Texas Accident Victims Often Get Victimized By The Hospital Lien Law

Chapter 55 of the Texas Property Code gives a hospital that provides emergency medical care to an uninsured accident victim a lien upon the liability insurance of any negligent individual who caused the accident and resulting injuries. Sounds good so far. If you show up at a Texas emergency room within 72 hours of an accident in need of emergency medical care the hospital must treat you regardless of your ability to pay for the accident related medical treatment. In exchange for this obligation to render emergency medical care to accident victims the hospitals received the right to file a Chapter 55 lien against applicable liability insurance. Still sounds okay. The problems arise from the affect of the lien on individual patients and the way in which some hospitals abuse the lien law.

Chapter 55 gives the hospital a lien in the amount of the “usual and customary” charges for the emergency medical services. Therein lies the source of the problem. Most hospitals “usually and customarily” charge several times the amount that most in the medical profession would consider reasonable. In fact, studies published in reputable medical journals have repeatedly concluded that hospital emergency rooms regularly charge approximately 250% of the reasonable amount. The problem is so rampant that the inflated rate has become the “usual and customary” rate. This results in a huge windfall to the hospital when it renders medical care to an accident victim whose circumstances are covered by liability insurance. The hospitals argue that they must recover this inflated amount when there is liability insurance to offset the many instances where they render emergency medical care without compensation. While this argument makes sense system wide it is small consolation to the Texas auto accident victim who is injured by a negligent driver covered by a Texas $25,000 minimum limits policy and receives $10,000 worth of emergency medical care only to see the hospital file an inflated hospital lien in the “usually and customary” amount of $25,000 and take the entire liability policy proceeds.
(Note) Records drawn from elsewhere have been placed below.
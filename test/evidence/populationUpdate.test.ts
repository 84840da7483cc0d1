import { describe, expect, it } from 'vitest';
import jstatModule from 'jstat';
import { fractileFactor } from '../../src/evidence/characteristicFactor.js';
import { updateLognormalKnownVariance, updateLognormalUnknownVariance } from '../../src/evidence/lognormalPopulation.js';
import { updateNormalKnownVariance, updateNormalUnknownVariance } from '../../src/evidence/normalPopulation.js';
import type { Predictive } from '../../src/evidence/predictive.js';
import { makeDistribution } from '../../src/probability/makeDistribution.js';

const jStat = jstatModule.jStat ?? jstatModule;

function quantileOf(p: Predictive, prob: number): number {
  return p.family === 'normal'
    ? makeDistribution({ dist: 'normal', mean: p.mean, sd: p.sd }).quantile(prob)
    : makeDistribution({ dist: 'studentt', loc: p.loc, scale: p.scale, dof: p.dof }).quantile(prob);
}

/** n values with sample mean m and sample sd s (divisor n − 1), evenly spread. */
function sampleWith(n: number, m: number, s: number): number[] {
  const raw = Array.from({ length: n }, (_, i) => i - (n - 1) / 2);
  const sd = Math.sqrt(raw.reduce((a, x) => a + x * x, 0) / (n - 1));
  return raw.map((x) => m + (s * x) / sd);
}

// EN 1990:2002 Annex D, Table D1, 5 % characteristic value (from memory)
const TABLE_D1: { n: number; unknown: number; known: number }[] = [
  { n: 3, unknown: 3.37, known: 1.89 },
  { n: 4, unknown: 2.63, known: 1.83 },
  { n: 5, unknown: 2.33, known: 1.8 },
  { n: 6, unknown: 2.18, known: 1.77 },
  { n: 8, unknown: 2.0, known: 1.74 },
  { n: 10, unknown: 1.92, known: 1.72 },
  { n: 20, unknown: 1.76, known: 1.68 },
  { n: 30, unknown: 1.73, known: 1.67 },
];

describe('EN 1990 Annex D k_n from the posterior predictive', () => {
  it('V_X unknown: the 5 % fractile of the Student-t predictive is ȳ − k_n s (EN 1990:2002 Annex D, Table D1)', () => {
    for (const row of TABLE_D1) {
      const values = sampleWith(row.n, 355, 20);
      const p = updateNormalUnknownVariance(values, 0).predictive;
      const kn = (355 - quantileOf(p, 0.05)) / 20;
      expect(Math.abs(kn - fractileFactor(row.n, 'unknown'))).toBeLessThan(1e-9);
      // the table is printed to two decimals and rounds loosely: at n = 20 it lies 0.012 below t·√(1 + 1/n)
      expect(Math.abs(kn - row.unknown)).toBeLessThan(0.0125);
    }
  });

  it('V_X known: the 5 % fractile of the normal predictive is ȳ − k_n σ (EN 1990:2002 Annex D, Table D1)', () => {
    for (const row of TABLE_D1) {
      const values = sampleWith(row.n, 355, 12); // the sample's own scatter plays no part
      const p = updateNormalKnownVariance(values, 20, 0);
      const kn = (355 - quantileOf(p, 0.05)) / 20;
      expect(Math.abs(kn - 1.6448536269514722 * Math.sqrt(1 + 1 / row.n))).toBeLessThan(1e-9);
      // the table uses u = 1.64: 1.64 √(1 + 1/n) reproduces it to its rounding, 1.645 √(1 + 1/n) to 0.011
      expect(Math.abs(1.64 * Math.sqrt(1 + 1 / row.n) - row.known)).toBeLessThan(0.005);
      expect(Math.abs(kn - row.known)).toBeLessThan(0.01);
    }
    expect(Math.abs(fractileFactor(100000, 'unknown') - 1.64)).toBeLessThan(0.006); // n → ∞: 1.64 (Table D1)
  });

  it('the t predictive matches t_{n−1}(ȳ, s²(1 + 1/n)) computed with jstat (BDA3 §3.2, common practice)', () => {
    const values = [312, 298, 305, 321, 290, 301];
    const p = updateNormalUnknownVariance(values, 0).predictive;
    const m = jStat.mean(values);
    const s = jStat.stdev(values, true);
    for (const prob of [0.001, 0.05, 0.5, 0.9]) {
      expect(Math.abs(quantileOf(p, prob) - (m + s * Math.sqrt(1 + 1 / 6) * jStat.studentt.inv(prob, 5)))).toBeLessThan(1e-6);
    }
  });
});

describe('normal population: prior weight and measurement error', () => {
  const tests = [312, 298, 305, 321, 290];

  it('a prior worth n₀ tests gives exactly the answer of pooling n₀ earlier tests (BDA3 §3.3 with κ₀ = n₀, ν₀ = n₀ − 1)', () => {
    const earlier = [330, 310, 342, 318];
    const mean0 = jStat.mean(earlier);
    const sd0 = jStat.stdev(earlier, true);
    const withPrior = updateNormalUnknownVariance(tests, 0, { mean: mean0, sd: sd0, tests: earlier.length }).predictive;
    const pooled = updateNormalUnknownVariance([...earlier, ...tests], 0).predictive;
    expect(withPrior.dof).toBe(pooled.dof);
    expect(Math.abs(withPrior.loc - pooled.loc)).toBeLessThan(1e-9);
    expect(Math.abs(withPrior.scale - pooled.scale)).toBeLessThan(1e-9);
  });

  it('a measurement error takes its variance out of the predictive (unknown variance: σₙ²(1 + 1/κₙ) − σₘ²)', () => {
    const plain = updateNormalUnknownVariance(tests, 0).predictive;
    const noisy = updateNormalUnknownVariance(tests, 5).predictive;
    expect(noisy.loc).toBe(plain.loc);
    expect(Math.abs(noisy.scale ** 2 - (plain.scale ** 2 - 25))).toBeLessThan(1e-9);
  });

  it('known variance with measurement error: readings weigh 1/(σ² + σₘ²) (normal–normal conjugacy, BDA3 §2.5)', () => {
    // worked by hand: σ = 10, σₘ = 5, prior mean 320 worth 2 tests (variance 50), 5 readings of mean 305.2
    const p = updateNormalKnownVariance(tests, 10, 5, 320, 2);
    const precision = 2 / 100 + 5 / 125;
    const mean = (320 * (2 / 100) + 305.2 * (5 / 125)) / precision;
    expect(Math.abs(p.mean - mean)).toBeLessThan(1e-9);
    expect(Math.abs(p.sd - Math.sqrt(100 + 1 / precision))).toBeLessThan(1e-12);
  });

  it('refuses evidence that cannot carry an unknown variance, and readings no noisier than their error', () => {
    expect(() => updateNormalUnknownVariance([300, 310], 0)).toThrow(/at least 3/);
    expect(() => updateNormalUnknownVariance([300, 300, 300], 0)).toThrow(/do not scatter/);
    expect(() => updateNormalUnknownVariance([300, 301, 302], 5)).toThrow(/measurement error/);
    expect(() => updateNormalUnknownVariance([300, NaN, 302], 0)).toThrow(/finite/);
  });
});

describe('lognormal population through the logarithm', () => {
  const tests = [31e6, 24e6, 40e6, 28e6];

  it('the 5 % fractile is exp(m_y − k_n s_y) on the logs (EN 1990:2002 Annex D, D7.2 and Table D1)', () => {
    const logs = tests.map(Math.log);
    const my = jStat.mean(logs);
    const sy = jStat.stdev(logs, true);
    const p = updateLognormalUnknownVariance(tests, 0);
    const d = makeDistribution({ dist: 'logstudentt', loc: p.loc, scale: p.scale, dof: p.dof });
    expect(Math.abs(d.quantile(0.05) / Math.exp(my - fractileFactor(4, 'unknown') * sy) - 1)).toBeLessThan(1e-9);
  });

  it('known CoV: the predictive of ln X is N(m_y, ζ²(1 + 1/n)) with ζ² = ln(1 + V²) (EN 1990:2002 Annex D, D7.2)', () => {
    const p = updateLognormalKnownVariance(tests, 0.2, 0);
    const zeta2 = Math.log1p(0.04);
    expect(Math.abs(p.mean - jStat.mean(tests.map(Math.log)))).toBeLessThan(1e-12);
    expect(Math.abs(p.sd - Math.sqrt(zeta2 * (1 + 1 / 4)))).toBeLessThan(1e-12);
  });

  it('refuses a non-positive test result of a lognormal variable', () => {
    expect(() => updateLognormalUnknownVariance([3, 0, 4], 0)).toThrow(/> 0/);
  });
});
The problem is further aggravated by the practice of many hospitals to refuse to bill the private health insurance of auto accident victims in hopes of recovering inflated charges by filing a hospital lien. Chapter 146 of the Texas Practices and Remedies Code requires hospitals to bill the private health insurance of auto accident victims and provides penalties for the failure to do so. Nonetheless, many Texas hospitals knowingly continue to file their inflated liens and refuse to bill the private health insurance of auto accident victims with no excuse or justification other than naked greed. Only when the exasperated auto accident victim hires an attorney and presses the hospital will many hospitals release their inflated liens and file on the patients’ private health insurance as required by law.